====== The input

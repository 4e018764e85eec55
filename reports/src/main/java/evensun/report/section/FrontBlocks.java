package evensun.report.section;

import evensun.report.chart.Axis;
import evensun.report.chart.Chart;
import evensun.report.chart.Kind;
import evensun.report.chart.Series;
import evensun.report.decision.FrontWords;
import evensun.report.page.Block;
import evensun.report.page.Table;
import evensun.report.text.Keys;
import evensun.report.text.Numbers;
import evensun.result.SearchRecord;
import evensun.result.SearchRecord.Front;
import evensun.result.SearchRecord.FrontPoint;
import java.util.ArrayList;
import java.util.List;
import java.util.function.IntPredicate;
import org.jspecify.annotations.Nullable;

/** The designs none of which is better in every aim: the first aim against each of the others. */
final class FrontBlocks {

  private static final double MARGIN = 0.06;

  private final SearchRecord search;
  private final Front front;

  private FrontBlocks(SearchRecord search, Front front) {
    this.search = search;
    this.front = front;
  }

  static List<Block> of(SearchRecord search, Front front) {
    FrontBlocks blocks = new FrontBlocks(search, front);
    List<Block> all = new ArrayList<>();
    FrontWords.of(search).ifPresent(words -> all.add(new Block.Prose(words)));
    for (int aim = 1; aim < front.aims().size(); aim++) {
      Chart chart = blocks.chart(aim);
      all.add(aim == 1 ? new Block.Plot(chart, blocks.table()) : Tables.plot(chart));
    }
    return all;
  }

  private Chart chart(int aim) {
    List<Double> xs = values(aim);
    List<Series> series = new ArrayList<>();
    series.add(points("designs of the front", "muted", i -> i < front.points().size()));
    series.add(points("best compromise", "sub1", i -> i == front.knee()));
    if (front.shown() != front.knee()) {
      series.add(points("reported here", "sub2", i -> i == front.shown()));
    }
    if (front.asDrawn() != null) {
      series.add(points("as drawn", "ink", i -> i == front.points().size()));
    }
    return new Chart(
        aim == 1 ? "front" : "front-" + aim,
        Kind.POINTS,
        "What " + name(0) + " costs in " + name(aim),
        axis(aim, xs),
        axis(0, values(0)),
        xs,
        series,
        List.of());
  }

  private String name(int aim) {
    return Keys.aim(front.aims().get(aim));
  }

  /** One value per design of the front, and the stack as drawn behind them. */
  private List<Double> values(int aim) {
    List<Double> values = new ArrayList<>();
    front.points().forEach(point -> values.add(point.aims().get(aim)));
    if (front.asDrawn() != null) {
      values.add(front.asDrawn().get(aim));
    }
    return values;
  }

  private Series points(String label, String role, IntPredicate belongs) {
    List<Double> all = values(0);
    List<@Nullable Double> row = new ArrayList<>();
    for (int i = 0; i < all.size(); i++) {
      row.add(belongs.test(i) ? all.get(i) : null);
    }
    return new Series(label, role, false, row);
  }

  private Axis axis(int aim, List<Double> values) {
    double low = values.stream().mapToDouble(v -> v).min().orElse(0);
    double high = values.stream().mapToDouble(v -> v).max().orElse(1);
    double margin = Math.max(1e-9, (high - low) * MARGIN);
    String label = name(aim) + ", " + front.wanted().get(aim) + " wanted";
    return Axis.covering(label, front.units().get(aim), low - margin, high + margin);
  }

  private Table table() {
    Table.Builder table =
        new Table.Builder("table-front", "Designs none of which is better in every aim")
            .words("design");
    for (int aim = 0; aim < front.aims().size(); aim++) {
      table.numbers(name(aim), front.units().get(aim));
    }
    List<FrontPoint> points = front.points();
    DesignColumns columns =
        new DesignColumns(
            search,
            points.stream().map(FrontPoint::values).toList(),
            points.stream().map(FrontPoint::choices).toList());
    columns.addTo(table);
    for (int i = 0; i < points.size(); i++) {
      table.row(row(i, points.get(i), columns));
    }
    return table.build();
  }

  private List<String> row(int number, FrontPoint point, DesignColumns columns) {
    List<String> cells = new ArrayList<>();
    cells.add(FrontWords.name(front, number));
    for (int aim = 0; aim < point.aims().size(); aim++) {
      cells.add(Numbers.bare(point.aims().get(aim), front.units().get(aim)));
    }
    cells.addAll(columns.cells(point.values(), point.choices()));
    return cells;
  }
}
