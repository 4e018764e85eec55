package evensun.report.section;

import evensun.report.page.Block;
import evensun.report.page.Section;
import evensun.report.page.Table;
import evensun.report.text.Numbers;
import evensun.result.Opinion;
import evensun.result.RunResult;
import evensun.result.SearchRecord;
import java.util.List;
import java.util.Objects;
import java.util.Optional;

/** The found design evaluated in other ways: an error budget. */
public final class OpinionSection {

  private static final double LEAST_SHOWN = 1e-3;

  private OpinionSection() {}

  /** The section; absent without a second opinion. */
  public static Optional<Section> of(RunResult result) {
    List<Opinion> opinions = Objects.requireNonNullElse(result.secondOpinion(), List.<Opinion>of());
    if (opinions.isEmpty()) {
      return Optional.empty();
    }
    SearchRecord search = result.search();
    String unit = search == null ? Numbers.MA : search.aimUnit();
    List<Block> blocks =
        List.of(
            new Block.Prose(
                "The same design, computed in other ways and with other data. Each line changes one"
                    + " thing; the differences say how far the headline depends on it, and nothing"
                    + " about what was not tried."),
            new Block.Grid(table(opinions, unit), false));
    return Optional.of(
        new Section("second-opinion", "Second opinion", heading(opinions, unit), blocks));
  }

  private static String heading(List<Opinion> opinions, String unit) {
    Optional<String> numerics =
        largest(opinions, "numerics")
            .map(
                d ->
                    "Numerics ±"
                        + Numbers.withUnit(
                            Numbers.fixed(Math.max(LEAST_SHOWN, Math.abs(d)), 3), unit));
    Optional<String> material =
        largest(opinions, "material")
            .map(d -> "other material data up to " + Numbers.withUnit(Numbers.signed(d, 2), unit));
    if (numerics.isPresent() && material.isPresent()) {
      return numerics.get() + "; " + material.get();
    }
    return numerics
        .or(() -> material.map(text -> "O" + text.substring(1)))
        .orElse("No other way could be evaluated");
  }

  private static Optional<Double> largest(List<Opinion> opinions, String kind) {
    Double largest = null;
    for (Opinion opinion : opinions) {
      Double difference = opinion.difference();
      boolean larger =
          difference != null && (largest == null || Math.abs(difference) > Math.abs(largest));
      if (opinion.kind().equals(kind) && larger) {
        largest = difference;
      }
    }
    return Optional.ofNullable(largest);
  }

  private static Table table(List<Opinion> opinions, String unit) {
    Table.Builder table =
        new Table.Builder("table-opinions", "The error budget")
            .words("what was done differently")
            .words("tests")
            .numbers("aim then", unit)
            .numbers("difference", unit)
            .words("remark");
    for (Opinion o : opinions) {
      table.row(
          o.what(),
          o.kind().equals("numerics") ? "numerics" : "material data",
          o.aim() == null ? "" : Numbers.fixed(o.aim(), 3),
          o.difference() == null ? "" : Numbers.signed(o.difference(), 4),
          o.note());
    }
    return table.build();
  }
}
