package evensun.report.section;

import evensun.report.chart.Series;
import evensun.report.figure.Budget;
import evensun.report.figure.Share;
import evensun.result.Outcome;
import evensun.result.Outcome.Spectral;
import evensun.result.Outcome.StackEntry;
import evensun.result.Outcome.SubcellOutcome;
import java.util.ArrayList;
import java.util.Collections;
import java.util.HashSet;
import java.util.List;
import java.util.Map;
import java.util.Optional;
import java.util.Set;

/** The spectra of an outcome by role: subcells, layers that collect nothing, exit, reflection. */
final class Spectra {

  private static final int MOST_LAYERS = 9;

  private Spectra() {}

  /** Absorptance of each subcell, in the light's order. */
  static List<Series> subcells(Outcome outcome) {
    List<Series> series = new ArrayList<>();
    for (int i = 0; i < outcome.subcells().size(); i++) {
      SubcellOutcome subcell = outcome.subcells().get(i);
      double[] sum = new double[outcome.spectral().wavelengthNm().size()];
      for (String absorber : subcell.absorbers()) {
        add(sum, channel(outcome, absorber));
      }
      series.add(Series.of(subcell.name(), Share.subcellRole(i), boxed(sum)));
    }
    return series;
  }

  /** Where the light ends that no subcell absorbs: layers, exit medium, reflection last. */
  static List<Series> losses(Outcome outcome) {
    Spectral spectral = outcome.spectral();
    List<Series> series = new ArrayList<>(layers(outcome));
    exit(outcome).ifPresent(series::add);
    series.add(Series.of("reflected", "reflected", spectral.reflectance()));
    return series;
  }

  private static List<Series> layers(Outcome outcome) {
    Set<String> collected = new HashSet<>();
    outcome.subcells().forEach(subcell -> collected.addAll(subcell.absorbers()));
    List<Map.Entry<String, List<Double>>> parasitic =
        outcome.spectral().absorptance().entrySet().stream()
            .filter(entry -> !collected.contains(entry.getKey()))
            .filter(entry -> carried(outcome, entry.getValue()) > 0)
            .toList();
    List<Map.Entry<String, List<Double>>> largest =
        parasitic.stream()
            .sorted(
                (a, b) ->
                    Double.compare(carried(outcome, b.getValue()), carried(outcome, a.getValue())))
            .limit(MOST_LAYERS)
            .toList();
    List<Series> series = new ArrayList<>();
    double[] rest = new double[outcome.spectral().wavelengthNm().size()];
    int others = 0;
    for (Map.Entry<String, List<Double>> entry : parasitic) {
      if (largest.contains(entry)) {
        series.add(Series.of(entry.getKey(), role(outcome, entry.getKey()), entry.getValue()));
      } else {
        add(rest, entry.getValue());
        others++;
      }
    }
    if (others > 0) {
      series.add(Series.of(others + " other layers", "parasitic", boxed(rest)));
    }
    return series;
  }

  /** The same grey as in the light's budget. */
  private static String role(Outcome outcome, String layer) {
    return Budget.of(outcome).stream()
        .flatMap(budget -> budget.shares().stream())
        .filter(share -> share.label().equals(layer))
        .map(Share::role)
        .findFirst()
        .orElse("parasitic");
  }

  private static Optional<Series> exit(Outcome outcome) {
    Optional<StackEntry> exit =
        outcome.stack().stream().filter(entry -> entry.role().equals("exit")).findFirst();
    boolean collects = exit.map(entry -> entry.subcell() != null).orElse(false);
    return collects
        ? Optional.empty()
        : Optional.of(
            Series.of(
                exit.map(Budget::exitLabel).orElse("transmitted"),
                "exit",
                outcome.spectral().transmittance()));
  }

  /** A layer's absorptance; of an absorbing exit medium, what enters it. */
  private static List<Double> channel(Outcome outcome, String absorber) {
    List<Double> own = outcome.spectral().absorptance().get(absorber);
    if (own != null) {
      return own;
    }
    boolean exit =
        outcome.stack().stream()
            .anyMatch(entry -> entry.role().equals("exit") && entry.name().equals(absorber));
    return exit ? outcome.spectral().transmittance() : Collections.emptyList();
  }

  /** Current of a channel; for a single wavelength, which carries none, its share. */
  private static double carried(Outcome outcome, List<Double> share) {
    boolean single = outcome.incidentMaPerCm2() == null;
    double sum = 0;
    for (int i = 0; i < share.size(); i++) {
      sum += share.get(i) * (single ? 1 : outcome.spectral().incidentMaPerCm2().get(i));
    }
    return sum;
  }

  private static void add(double[] sum, List<Double> values) {
    for (int i = 0; i < values.size(); i++) {
      sum[i] += values.get(i);
    }
  }

  private static List<Double> boxed(double[] values) {
    List<Double> boxed = new ArrayList<>(values.length);
    for (double value : values) {
      boxed.add(value);
    }
    return boxed;
  }
}
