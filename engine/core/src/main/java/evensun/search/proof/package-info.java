/** Looks at a found design: how free its values are, what steps cost, whether a grid beats it. */
@NullMarked
package evensun.search.proof;

import org.jspecify.annotations.NullMarked;
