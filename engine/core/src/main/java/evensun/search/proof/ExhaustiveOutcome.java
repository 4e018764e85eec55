package evensun.search.proof;

import evensun.search.problem.Candidate;
import java.util.List;
import org.jspecify.annotations.Nullable;

/**
 * What a look at every point of a grid found.
 *
 * @param bestOnGrid the best point of the grid; null when none could be evaluated
 * @param best the best design after the best distinct points were refined
 * @param points number of points of each variable
 * @param evaluations designs evaluated, refinement included
 * @param failureCount designs that could not be evaluated
 * @param complete whether the whole grid was seen; false when it was interrupted
 */
public record ExhaustiveOutcome(
    @Nullable Candidate bestOnGrid,
    @Nullable Candidate best,
    List<Integer> points,
    long evaluations,
    int failureCount,
    boolean complete) {

  public ExhaustiveOutcome {
    points = List.copyOf(points);
  }
}
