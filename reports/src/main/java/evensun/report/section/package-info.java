/**
 * What each section of the page says about a result: one class per section, absent where there is
 * no data.
 */
@NullMarked
package evensun.report.section;

import org.jspecify.annotations.NullMarked;
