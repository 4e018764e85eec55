package evensun.report.section;

import evensun.report.page.Table;
import evensun.report.text.Keys;
import evensun.report.text.Numbers;
import evensun.result.SearchRecord;
import evensun.result.SearchRecord.VariableRecord;
import java.util.ArrayList;
import java.util.Collection;
import java.util.LinkedHashMap;
import java.util.LinkedHashSet;
import java.util.List;
import java.util.Map;
import java.util.Set;
import java.util.stream.Collectors;

/**
 * The columns of a table of designs that tell what each is made of: first the alternatives chosen,
 * then the numbers. A cell stays empty where a design does not have what its column is about.
 */
final class DesignColumns {

  private final Set<String> choices = new LinkedHashSet<>();
  private final Map<String, String> units = new LinkedHashMap<>();

  /**
   * Columns for some designs of a search.
   *
   * @param values the numbers of each design by key
   * @param chosen the alternatives of each design by key
   */
  DesignColumns(
      SearchRecord search,
      Collection<Map<String, Double>> values,
      Collection<Map<String, String>> chosen) {
    chosen.forEach(design -> choices.addAll(design.keySet()));
    Map<String, String> known =
        search.variables().stream().collect(Collectors.toMap(VariableRecord::key, v -> v.unit()));
    search.variables().forEach(v -> units.put(v.key(), v.unit()));
    // What the design found does not have, others may: the thickness of a layer left out.
    for (Map<String, Double> design : values) {
      design
          .keySet()
          .forEach(key -> units.putIfAbsent(key, known.getOrDefault(key, Keys.unit(key))));
    }
  }

  void addTo(Table.Builder table) {
    choices.forEach(key -> table.words(Keys.words(key)));
    units.forEach((key, unit) -> table.numbers(Keys.words(key), unit));
  }

  List<String> cells(Map<String, Double> values, Map<String, String> chosen) {
    List<String> cells = new ArrayList<>();
    choices.forEach(key -> cells.add(chosen.getOrDefault(key, "")));
    units.forEach(
        (key, unit) -> {
          Double value = values.get(key);
          cells.add(value == null ? "" : Numbers.bare(value, unit));
        });
    return cells;
  }
}
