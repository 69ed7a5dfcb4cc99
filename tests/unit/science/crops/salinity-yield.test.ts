import fc from 'fast-check'
import { describe, expect, it } from 'vitest'
import { CROP_IDS } from '#shared/science/crops/crop-ids'
import { relativeYieldPercent } from '#shared/science/crops/salinity-yield'

// Maas & Hoffman 1977, J. Irrig. Drain. Div. ASCE 103:115. Thresholds and slopes
// are values from memory; the yields are computed from them by hand.
describe('relativeYieldPercent', () => {
  it('of pepper at 3.0 dS/m is 79.0 %', () => {
    expect(Math.abs((relativeYieldPercent('pepper', 3.0) ?? 0) - 79.0)).toBeLessThan(0.1)
  })

  it('of tomato at 5.0 dS/m is 75.25 %', () => {
    expect(Math.abs((relativeYieldPercent('tomato', 5.0) ?? 0) - 75.25)).toBeLessThan(0.1)
  })

  it('is whole up to the threshold and nothing where the line has ended', () => {
    expect(relativeYieldPercent('strawberry', 1.0)).toBe(100)
    expect(relativeYieldPercent('strawberry', 40)).toBe(0)
  })

  it('is not known for a crop without published values', () => {
    expect(relativeYieldPercent('sage', 2)).toBeNull()
  })

  it('refuses a conductivity that cannot be', () => {
    expect(() => relativeYieldPercent('tomato', -0.1)).toThrow(RangeError)
    expect(() => relativeYieldPercent('sage', Number.NaN)).toThrow(RangeError)
  })

  it('never rises with salt', () => {
    const salt = fc.double({ min: 0, max: 60, noNaN: true })
    fc.assert(fc.property(fc.constantFrom(...CROP_IDS), salt, salt, (cropId, one, other) => {
      const less = relativeYieldPercent(cropId, Math.min(one, other))
      const more = relativeYieldPercent(cropId, Math.max(one, other))
      if (less !== null) expect(more).toBeLessThanOrEqual(less)
    }))
  })
})
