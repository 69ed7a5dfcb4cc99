import { READING_FIELD_NAMES } from '#shared/domain/entry.schema'
import { READING_WORDS } from '~/utils/words/readings'

const FIELD_WORDS: Record<string, string> = {
  occurredAt: 'Day and time of the visit',
  note: 'Note',
  actions: 'What was done',
  topUpLitres: 'How much was added',
  topUpWith: 'Of what',
  changeLitres: 'How much new solution',
  harvestGrams: 'Weight picked',
  harvestCount: 'Pieces picked',
  lookedNoChange: 'Looked, no change',
}

/** What a field of an entry is called on the screen. */
export function entryFieldName(path: string): string {
  const reading = READING_FIELD_NAMES.find(field => field === path)
  return reading ? READING_WORDS[reading].label : FIELD_WORDS[path] ?? 'Something'
}

/** "pH is above 14." */
export function issueSentence(path: string, message: string): string {
  return `${entryFieldName(path)} ${message}.`
}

============

- Problem requirements:
Transcribe, exactly and without additions, the lines of the records above, beginning with the line that contains "the others. */" and ending with the line that contains "private final Front front;", both included.

- Response area:
/** The designs none of which is better in every aim: the first aim against each of the others. */
final class FrontBlocks {

  private static final double MARGIN = 0.06;

  private final SearchRecord search;
  private final Front front;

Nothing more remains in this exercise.